**Exercise description**
Please return, with no alterations, the lines below from the very first through the one that contains "decodePage, decodeAt, pdfinfo".
------ Record set
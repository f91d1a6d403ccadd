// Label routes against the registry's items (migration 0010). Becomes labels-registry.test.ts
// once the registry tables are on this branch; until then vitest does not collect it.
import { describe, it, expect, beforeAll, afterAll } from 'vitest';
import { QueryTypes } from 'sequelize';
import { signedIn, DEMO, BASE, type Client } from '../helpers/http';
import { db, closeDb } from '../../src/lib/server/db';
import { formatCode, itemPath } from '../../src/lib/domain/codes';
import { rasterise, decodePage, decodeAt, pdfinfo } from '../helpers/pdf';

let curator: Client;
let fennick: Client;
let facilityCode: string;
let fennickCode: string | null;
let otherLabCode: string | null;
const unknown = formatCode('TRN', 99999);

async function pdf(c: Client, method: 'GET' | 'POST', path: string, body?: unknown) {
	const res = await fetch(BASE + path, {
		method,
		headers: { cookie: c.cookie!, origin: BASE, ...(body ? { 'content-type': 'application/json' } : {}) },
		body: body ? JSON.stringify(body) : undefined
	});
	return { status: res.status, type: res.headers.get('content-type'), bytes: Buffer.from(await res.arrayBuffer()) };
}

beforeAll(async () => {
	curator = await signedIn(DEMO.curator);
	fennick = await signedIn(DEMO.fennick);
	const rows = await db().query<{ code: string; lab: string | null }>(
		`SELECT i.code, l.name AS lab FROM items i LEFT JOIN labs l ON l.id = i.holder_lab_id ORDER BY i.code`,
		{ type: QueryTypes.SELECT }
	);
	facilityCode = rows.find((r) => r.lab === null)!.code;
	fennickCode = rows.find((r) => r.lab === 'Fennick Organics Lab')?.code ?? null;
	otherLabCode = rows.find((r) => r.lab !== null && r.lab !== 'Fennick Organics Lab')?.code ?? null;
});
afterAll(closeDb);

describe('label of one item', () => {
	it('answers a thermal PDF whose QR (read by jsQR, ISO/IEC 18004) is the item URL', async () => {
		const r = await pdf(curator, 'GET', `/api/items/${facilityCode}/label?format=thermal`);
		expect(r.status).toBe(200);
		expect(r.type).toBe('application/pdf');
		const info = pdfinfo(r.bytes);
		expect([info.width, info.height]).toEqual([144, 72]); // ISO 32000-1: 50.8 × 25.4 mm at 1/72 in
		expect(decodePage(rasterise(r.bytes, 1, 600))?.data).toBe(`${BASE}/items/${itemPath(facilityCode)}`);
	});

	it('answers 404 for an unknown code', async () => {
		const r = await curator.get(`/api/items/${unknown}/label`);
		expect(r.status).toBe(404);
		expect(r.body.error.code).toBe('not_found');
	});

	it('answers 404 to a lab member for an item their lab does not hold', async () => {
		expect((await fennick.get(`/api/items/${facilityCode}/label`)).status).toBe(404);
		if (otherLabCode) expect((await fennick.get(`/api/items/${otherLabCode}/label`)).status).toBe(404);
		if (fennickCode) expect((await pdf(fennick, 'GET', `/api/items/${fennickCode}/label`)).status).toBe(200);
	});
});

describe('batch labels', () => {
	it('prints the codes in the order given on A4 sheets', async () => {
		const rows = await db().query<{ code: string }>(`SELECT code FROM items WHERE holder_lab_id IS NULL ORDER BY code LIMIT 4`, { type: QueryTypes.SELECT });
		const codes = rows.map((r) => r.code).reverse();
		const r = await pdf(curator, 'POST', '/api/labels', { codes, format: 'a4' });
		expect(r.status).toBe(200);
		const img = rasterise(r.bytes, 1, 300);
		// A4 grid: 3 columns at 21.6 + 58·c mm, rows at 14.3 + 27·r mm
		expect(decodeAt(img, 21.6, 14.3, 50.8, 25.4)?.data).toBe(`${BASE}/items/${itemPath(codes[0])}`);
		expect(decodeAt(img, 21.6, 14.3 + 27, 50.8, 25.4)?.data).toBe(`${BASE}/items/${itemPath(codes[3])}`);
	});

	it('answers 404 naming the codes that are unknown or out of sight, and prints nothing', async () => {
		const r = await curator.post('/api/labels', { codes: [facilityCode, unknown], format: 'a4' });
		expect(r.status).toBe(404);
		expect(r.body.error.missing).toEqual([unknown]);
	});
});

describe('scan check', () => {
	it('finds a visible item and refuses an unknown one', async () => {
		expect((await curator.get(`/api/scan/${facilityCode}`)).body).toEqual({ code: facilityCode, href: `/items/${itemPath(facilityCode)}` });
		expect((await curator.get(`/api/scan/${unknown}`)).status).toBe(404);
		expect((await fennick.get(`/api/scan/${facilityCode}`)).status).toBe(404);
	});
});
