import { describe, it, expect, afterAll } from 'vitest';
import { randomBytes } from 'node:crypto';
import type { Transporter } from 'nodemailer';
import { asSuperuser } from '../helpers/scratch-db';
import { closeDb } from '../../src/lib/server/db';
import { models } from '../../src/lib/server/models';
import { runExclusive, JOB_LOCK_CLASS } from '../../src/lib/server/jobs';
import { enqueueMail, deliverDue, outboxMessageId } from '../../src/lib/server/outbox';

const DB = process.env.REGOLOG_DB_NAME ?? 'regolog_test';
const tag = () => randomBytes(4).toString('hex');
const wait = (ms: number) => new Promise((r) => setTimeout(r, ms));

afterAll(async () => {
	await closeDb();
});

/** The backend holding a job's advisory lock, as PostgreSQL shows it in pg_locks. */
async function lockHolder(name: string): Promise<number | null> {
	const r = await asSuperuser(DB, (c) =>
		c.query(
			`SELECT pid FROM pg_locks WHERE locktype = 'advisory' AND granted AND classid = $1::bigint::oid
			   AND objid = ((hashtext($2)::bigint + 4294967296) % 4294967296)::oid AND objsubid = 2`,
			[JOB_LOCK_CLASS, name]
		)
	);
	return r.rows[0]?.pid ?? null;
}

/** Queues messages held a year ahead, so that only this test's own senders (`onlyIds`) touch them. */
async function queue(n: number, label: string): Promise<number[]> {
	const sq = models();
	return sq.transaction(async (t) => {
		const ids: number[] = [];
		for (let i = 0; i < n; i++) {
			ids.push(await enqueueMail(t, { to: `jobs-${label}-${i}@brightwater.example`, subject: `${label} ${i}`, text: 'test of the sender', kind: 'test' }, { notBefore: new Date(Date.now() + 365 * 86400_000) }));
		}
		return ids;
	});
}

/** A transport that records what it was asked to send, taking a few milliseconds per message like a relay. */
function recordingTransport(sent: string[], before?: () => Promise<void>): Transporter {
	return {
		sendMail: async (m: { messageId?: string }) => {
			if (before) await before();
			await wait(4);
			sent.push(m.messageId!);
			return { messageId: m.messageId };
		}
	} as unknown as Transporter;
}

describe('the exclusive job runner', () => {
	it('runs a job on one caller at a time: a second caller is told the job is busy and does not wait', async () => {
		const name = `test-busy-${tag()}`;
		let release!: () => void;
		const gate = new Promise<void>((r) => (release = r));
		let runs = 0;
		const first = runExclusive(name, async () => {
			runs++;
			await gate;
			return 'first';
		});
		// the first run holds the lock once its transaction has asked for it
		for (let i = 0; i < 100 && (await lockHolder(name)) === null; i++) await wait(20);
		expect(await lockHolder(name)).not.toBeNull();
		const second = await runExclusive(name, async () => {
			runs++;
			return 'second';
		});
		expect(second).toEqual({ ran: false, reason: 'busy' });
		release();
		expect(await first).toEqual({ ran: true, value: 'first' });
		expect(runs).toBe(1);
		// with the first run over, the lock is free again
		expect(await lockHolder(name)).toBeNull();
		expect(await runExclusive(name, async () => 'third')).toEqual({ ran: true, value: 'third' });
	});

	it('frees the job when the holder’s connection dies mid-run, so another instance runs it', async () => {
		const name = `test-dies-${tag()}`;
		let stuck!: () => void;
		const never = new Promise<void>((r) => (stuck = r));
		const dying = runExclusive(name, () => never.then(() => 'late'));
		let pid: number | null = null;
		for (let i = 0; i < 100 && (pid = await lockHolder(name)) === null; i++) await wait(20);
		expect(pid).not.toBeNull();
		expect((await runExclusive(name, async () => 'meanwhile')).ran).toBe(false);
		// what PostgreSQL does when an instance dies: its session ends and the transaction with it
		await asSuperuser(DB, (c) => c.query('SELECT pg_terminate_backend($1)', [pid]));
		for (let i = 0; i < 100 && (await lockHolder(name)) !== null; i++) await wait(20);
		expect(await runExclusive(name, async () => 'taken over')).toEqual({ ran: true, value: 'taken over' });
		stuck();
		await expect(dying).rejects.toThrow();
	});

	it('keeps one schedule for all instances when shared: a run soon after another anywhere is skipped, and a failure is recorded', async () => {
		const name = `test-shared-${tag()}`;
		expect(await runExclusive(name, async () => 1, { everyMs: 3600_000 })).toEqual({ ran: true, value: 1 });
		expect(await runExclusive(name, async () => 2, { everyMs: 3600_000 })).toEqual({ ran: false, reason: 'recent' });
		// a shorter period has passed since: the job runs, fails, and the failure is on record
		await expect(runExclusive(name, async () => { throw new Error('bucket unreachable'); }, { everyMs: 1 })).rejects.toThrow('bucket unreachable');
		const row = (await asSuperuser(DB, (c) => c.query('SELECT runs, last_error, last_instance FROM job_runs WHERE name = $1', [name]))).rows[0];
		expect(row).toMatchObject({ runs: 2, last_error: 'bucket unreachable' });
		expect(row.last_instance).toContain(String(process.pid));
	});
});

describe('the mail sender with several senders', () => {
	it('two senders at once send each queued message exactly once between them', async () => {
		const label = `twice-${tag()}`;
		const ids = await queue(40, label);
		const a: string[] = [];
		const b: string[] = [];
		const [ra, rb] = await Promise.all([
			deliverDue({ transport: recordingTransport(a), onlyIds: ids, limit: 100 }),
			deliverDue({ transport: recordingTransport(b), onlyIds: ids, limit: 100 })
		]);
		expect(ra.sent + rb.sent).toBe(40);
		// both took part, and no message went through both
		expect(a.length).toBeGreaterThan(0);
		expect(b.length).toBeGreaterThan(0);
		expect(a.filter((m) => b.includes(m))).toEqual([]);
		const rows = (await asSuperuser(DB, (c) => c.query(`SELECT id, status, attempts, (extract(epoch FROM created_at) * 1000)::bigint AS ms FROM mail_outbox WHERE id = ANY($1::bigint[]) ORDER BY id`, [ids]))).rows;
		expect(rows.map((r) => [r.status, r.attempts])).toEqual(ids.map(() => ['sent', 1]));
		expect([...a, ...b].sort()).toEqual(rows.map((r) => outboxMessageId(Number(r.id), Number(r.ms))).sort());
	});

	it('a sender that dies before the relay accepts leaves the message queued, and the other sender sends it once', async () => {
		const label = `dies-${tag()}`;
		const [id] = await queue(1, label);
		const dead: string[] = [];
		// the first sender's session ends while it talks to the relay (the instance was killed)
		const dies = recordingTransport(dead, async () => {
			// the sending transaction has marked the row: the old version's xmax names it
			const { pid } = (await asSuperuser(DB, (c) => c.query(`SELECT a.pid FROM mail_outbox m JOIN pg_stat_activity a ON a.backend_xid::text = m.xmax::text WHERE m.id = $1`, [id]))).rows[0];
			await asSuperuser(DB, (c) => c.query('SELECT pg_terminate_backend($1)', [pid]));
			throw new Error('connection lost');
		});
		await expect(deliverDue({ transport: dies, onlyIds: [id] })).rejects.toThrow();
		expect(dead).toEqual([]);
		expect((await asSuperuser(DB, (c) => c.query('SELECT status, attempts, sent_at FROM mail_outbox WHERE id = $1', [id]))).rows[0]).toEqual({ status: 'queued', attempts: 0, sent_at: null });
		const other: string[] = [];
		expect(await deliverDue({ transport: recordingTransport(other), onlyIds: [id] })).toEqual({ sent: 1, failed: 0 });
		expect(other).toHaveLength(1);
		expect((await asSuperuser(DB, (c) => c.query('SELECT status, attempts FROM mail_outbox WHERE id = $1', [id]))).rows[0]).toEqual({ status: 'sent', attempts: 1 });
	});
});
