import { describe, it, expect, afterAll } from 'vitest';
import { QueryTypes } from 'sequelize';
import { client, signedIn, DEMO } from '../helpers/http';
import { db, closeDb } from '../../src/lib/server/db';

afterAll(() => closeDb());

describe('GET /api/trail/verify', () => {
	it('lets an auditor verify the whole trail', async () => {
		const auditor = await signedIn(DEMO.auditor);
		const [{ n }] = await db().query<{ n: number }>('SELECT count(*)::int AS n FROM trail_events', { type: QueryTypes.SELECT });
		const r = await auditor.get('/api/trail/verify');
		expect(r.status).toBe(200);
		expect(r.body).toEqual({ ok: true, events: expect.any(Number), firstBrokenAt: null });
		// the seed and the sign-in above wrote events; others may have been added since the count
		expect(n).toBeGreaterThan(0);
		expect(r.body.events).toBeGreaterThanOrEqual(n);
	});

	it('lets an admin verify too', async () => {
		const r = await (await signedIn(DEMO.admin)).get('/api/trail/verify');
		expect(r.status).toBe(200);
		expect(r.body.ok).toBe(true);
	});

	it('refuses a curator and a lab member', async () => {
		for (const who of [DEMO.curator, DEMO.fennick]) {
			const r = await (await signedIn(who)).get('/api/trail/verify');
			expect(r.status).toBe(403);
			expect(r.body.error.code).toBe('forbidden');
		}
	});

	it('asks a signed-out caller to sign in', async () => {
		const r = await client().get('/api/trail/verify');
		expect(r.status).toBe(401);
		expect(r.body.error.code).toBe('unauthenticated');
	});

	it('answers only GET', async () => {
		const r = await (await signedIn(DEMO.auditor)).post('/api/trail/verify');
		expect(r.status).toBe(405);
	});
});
------------
**Solution to this task**
repository f91d1a6d403ccadd
// Label routes against the registry's items (migration 0010). Becomes labels-registry.test.ts
// once the registry tables are on this branch; until then vitest does not collect it.
import { describe, it, expect, beforeAll, afterAll } from 'vitest';
import { QueryTypes } from 'sequelize';
import { signedIn, DEMO, BASE, type Client } from '../helpers/http';
import { db, closeDb } from '../../src/lib/server/db';
import { formatCode, itemPath } from '../../src/lib/domain/codes';
import { rasterise, decodePage, decodeAt, pdfinfo } from '../helpers/pdf';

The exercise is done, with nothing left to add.